Tuesday, June 05, 2007

Market me with love.

We have fallen prey to the carseat conspiracy. In a big way.

See, a few months back I was researching what to put the little bugger in next. Up to now he's been in one of those sort of half-shell with a handle type dealies, which faces the back of the car and can be carried into stores provided your upper body looks something like the Governator's. Those suckers are heavy with a side of awkward. They always seem to situate the kid's weight just far enough from your body that all the load is on the weak flabby middle of your back where the love handles start. Toby's almost 17 months old and weighs about 24 pounds, so we pretty much never carry him around in that thing anymore.

He is ready to face forward in the car. And by that I mean, I am ready to have some respite from the "crackerrrr, crackerrrrr, uh-ohhhhhh, uh-ohhhhhh, crackerrrr, nononononononono" carsong. He is an easygoing guy, but the car seems to bring out the demanding in him this week. I am hopeful that facing me and being able to see more of the scenery will help him chilllllll.

So, I went for the only seat with Side Impact Protection (SIP) available and tested in the US of A. Am I the only person un-PC enough to say it's crazy that Europe has better child protection gear? Wouldn't you think the land of the personal injury attorney would want the best & safest stuff available? What exactly has Graco been developing for the last 10 years?

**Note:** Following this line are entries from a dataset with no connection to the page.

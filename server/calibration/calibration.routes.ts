import { Router } from 'express';
import { createResponseBody, createScreeningBody, createSessionBody, createSpecimenBody, inviteParticipantsBody, userFilterQuery } from '../../shared/api/calibration.js';
import { labFromTuple } from '../../shared/colour/lab.js';
import { actorOf, allow, currentUser, signedIn } from '../core/access.js';
import type { AppContext } from '../core/context.js';
import { idParam, parse } from '../core/validate.js';
import { samplePhoto } from '../photos/photos.js';
import { closeSession, respond } from './calibration-close.js';
import { findSession, loadResults } from './calibration-load.js';
import { certificatePdf } from './certificate-pdf.js';
import { findCertification, listCertifications, listScreenings, listStandings, myResult, recordScreening } from './calibration-records.js';
import { addSpecimen, createSession, inviteParticipants, listSessions, sessionDetail, type PhotoSampler } from './calibration-sessions.js';

/**
 * /api/calibration. Trainers and admins run sessions and read every result; any signed-in user
 * takes part (unless a session is restricted to invited observers), reads their own result once a
 * session closes, and records their own colour-vision screening.
 */
export function calibrationRoutes(ctx: AppContext): Router {
  const router = Router();
  const runs = allow('trainer', 'admin');
  const files = ctx.photos;
  const sample: PhotoSampler = files
    ? async (photoId, region, setId) => labFromTuple((await samplePhoto(ctx.ds, files, (lab, k) => ctx.referenceSets.match(lab, k, setId), photoId, { region })).lab)
    : null;

  router.get('/sessions', signedIn, async (req, res) => {
    res.json(await listSessions(ctx.ds, currentUser(req)));
  });

  router.post('/sessions', runs, async (req, res) => {
    const body = parse(createSessionBody, req.body);
    const created = await createSession(ctx.ds, ctx.referenceSets, { ...actorOf(req), id: currentUser(req).id }, body);
    res.status(201).location(`/api/calibration/sessions/${created.id}`).json(created);
  });

  router.get('/sessions/:id', signedIn, async (req, res) => {
    res.json(await sessionDetail(ctx.ds, currentUser(req), idParam(req.params['id'])));
  });

  router.post('/sessions/:id/specimens', runs, async (req, res) => {
    const id = idParam(req.params['id']);
    const body = parse(createSpecimenBody, req.body);
    res.status(201).json(await addSpecimen(ctx.ds, ctx.referenceSets, sample, actorOf(req), id, body));
  });

  router.post('/sessions/:id/participants', runs, async (req, res) => {
    const id = idParam(req.params['id']);
    const body = parse(inviteParticipantsBody, req.body);
    res.json(await inviteParticipants(ctx.ds, actorOf(req), id, body.userIds, { mailer: ctx.mailer, publicUrl: ctx.publicUrl, logError: ctx.logError }));
  });

  router.post('/sessions/:id/responses', signedIn, async (req, res) => {
    const id = idParam(req.params['id']);
    const body = parse(createResponseBody, req.body);
    const { created, ...answer } = await respond(ctx.ds, ctx.referenceSets, { ...actorOf(req), id: currentUser(req).id }, id, body);
    res.status(created ? 201 : 200).json(answer);
  });

  router.post('/sessions/:id/close', runs, async (req, res) => {
    res.json(await closeSession(ctx.ds, ctx.mailer, ctx.publicUrl, actorOf(req), idParam(req.params['id']), ctx.logError));
  });

  router.get('/sessions/:id/results', runs, async (req, res) => {
    res.json(await loadResults(ctx.ds.manager, await findSession(ctx.ds.manager, idParam(req.params['id']))));
  });

  router.get('/sessions/:id/results/me', signedIn, async (req, res) => {
    res.json(await myResult(ctx.ds, currentUser(req), idParam(req.params['id'])));
  });

  router.get('/certifications', signedIn, async (req, res) => {
    const { userId } = parse(userFilterQuery, req.query, 'query');
    res.json(await listCertifications(ctx.ds, currentUser(req), userId));
  });

  router.get('/certifications/:id/certificate.pdf', signedIn, async (req, res) => {
    const cert = await findCertification(ctx.ds, currentUser(req), idParam(req.params['id']));
    const pdf = await certificatePdf(cert);
    res.setHeader('Content-Disposition', `attachment; filename="hueledger-certificate-${cert.id}.pdf"`);
    res.type('application/pdf').send(pdf);
  });

  router.get('/standings', runs, async (_req, res) => {
    res.json(await listStandings(ctx.ds));
  });

  router.get('/screenings', signedIn, async (req, res) => {
    const { userId } = parse(userFilterQuery, req.query, 'query');
    res.json(await listScreenings(ctx.ds, currentUser(req), userId));
  });

  router.post('/screenings', signedIn, async (req, res) => {
    const body = parse(createScreeningBody, req.body);
    res.status(201).json(await recordScreening(ctx.ds, currentUser(req), actorOf(req), body));
  });

  return router;
}
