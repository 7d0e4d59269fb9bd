// When a certification holds: for CERTIFICATION_VALID_MONTHS after the session that earned it,
// and only until the observer answers in a later session and is not certified by it. Worked out
// on reading rather than stored, so nothing has to run on a timer. No req/res.
import type { EntityManager } from 'typeorm';
import { CERTIFICATION_VALID_MONTHS, type CertificationStatus } from '../../shared/api/calibration-answers.js';
import { CalibrationSession } from './calibration-session.entity.js';
import type { Certification } from './certification.entity.js';

/** "YYYY-MM-DD" plus whole months, clamped to the month's last day (31 Jan + 1 month = 28/29 Feb). */
export function addMonths(day: string, months: number): string {
  const [y, m, d] = day.split('-').map(Number) as [number, number, number];
  const first = new Date(Date.UTC(y, m - 1 + months, 1));
  const last = new Date(Date.UTC(first.getUTCFullYear(), first.getUTCMonth() + 1, 0)).getUTCDate();
  first.setUTCDate(Math.min(d, last));
  return first.toISOString().slice(0, 10);
}

/** The day after a "YYYY-MM-DD". */
function dayAfter(day: string): string {
  const d = new Date(`${day}T00:00:00Z`);
  d.setUTCDate(d.getUTCDate() + 1);
  return d.toISOString().slice(0, 10);
}

/** A certification's standing on a given day. */
export interface CertificationState {
  validUntil: string;
  status: CertificationStatus;
  lapsedOn: string | null;
  lapseReason: string | null;
}

/** Closed sessions each user answered in, with whether that session certified them. */
export interface SessionOutcome {
  userId: number;
  sessionId: number;
  title: string;
  /** "YYYY-MM-DD" (UTC) the session closed. */
  closedOn: string;
  closedAt: number;
  certified: boolean;
}

/** Every closed session each of the users answered in, oldest first. */
export async function sessionOutcomes(m: EntityManager, userIds: readonly number[]): Promise<SessionOutcome[]> {
  if (!userIds.length) return [];
  const rows: { userId: number; sessionId: number; certified: number }[] = await m.query(
    `SELECT DISTINCT r."observerId" AS userId, r."sessionId" AS sessionId,
            EXISTS (SELECT 1 FROM certification c WHERE c."sessionId" = r."sessionId" AND c."userId" = r."observerId") AS certified
       FROM calibration_response r JOIN calibration_session s ON s.id = r."sessionId"
      WHERE s.status = 'closed' AND r."observerId" IN (${userIds.map(() => '?').join(',')})`,
    [...userIds],
  );
  const sessions = new Map((await m.find(CalibrationSession, { where: { status: 'closed' } })).map((s) => [s.id, s]));
  return rows
    .flatMap((r) => {
      const s = sessions.get(r.sessionId);
      if (!s?.closedAt) return [];
      return [{ userId: r.userId, sessionId: r.sessionId, title: s.title, closedOn: s.closedAt.toISOString().slice(0, 10), closedAt: s.closedAt.getTime(), certified: Boolean(r.certified) }];
    })
    .sort((a, b) => a.closedAt - b.closedAt);
}

/**
 * A certification's state on `today`: lapsed on the day a later closed session did not certify
 * the observer, or the day after `validUntil`, whichever comes first; else current. The reason
 * names no date: the screens write `lapsedOn` and `certifiedOn` beside it in the reader's own style.
 */
export function certificationState(cert: Pick<Certification, 'userId' | 'sessionId' | 'certifiedOn'>, earnedAt: number, outcomes: readonly SessionOutcome[], today: string): CertificationState {
  const validUntil = addMonths(cert.certifiedOn, CERTIFICATION_VALID_MONTHS);
  const failed = outcomes.find((o) => o.userId === cert.userId && o.sessionId !== cert.sessionId && o.closedAt > earnedAt && !o.certified);
  const expiry = dayAfter(validUntil);
  if (failed && failed.closedOn <= today && failed.closedOn <= expiry) {
    return { validUntil, status: 'lapsed', lapsedOn: failed.closedOn, lapseReason: `not certified by the later session "${failed.title}"` };
  }
  if (expiry <= today) return { validUntil, status: 'lapsed', lapsedOn: expiry, lapseReason: `${CERTIFICATION_VALID_MONTHS} months passed since it was earned: calibrate again` };
  return { validUntil, status: 'current', lapsedOn: null, lapseReason: null };
}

We spent two hundred and fifty dollars. I know. I know! But do you know how much guilt reduction we got with that? We are putting his butt in a seat made by a race car company! You can't beat that kind of smug snugness.

Unless of course you fall on your head and decide to buy a $52,000 pirate ship for the backyard. Prove to me that it will keep kids safer, maybe throw in a couple endorsements from actual pirates and hey- maybe we can split the shipping.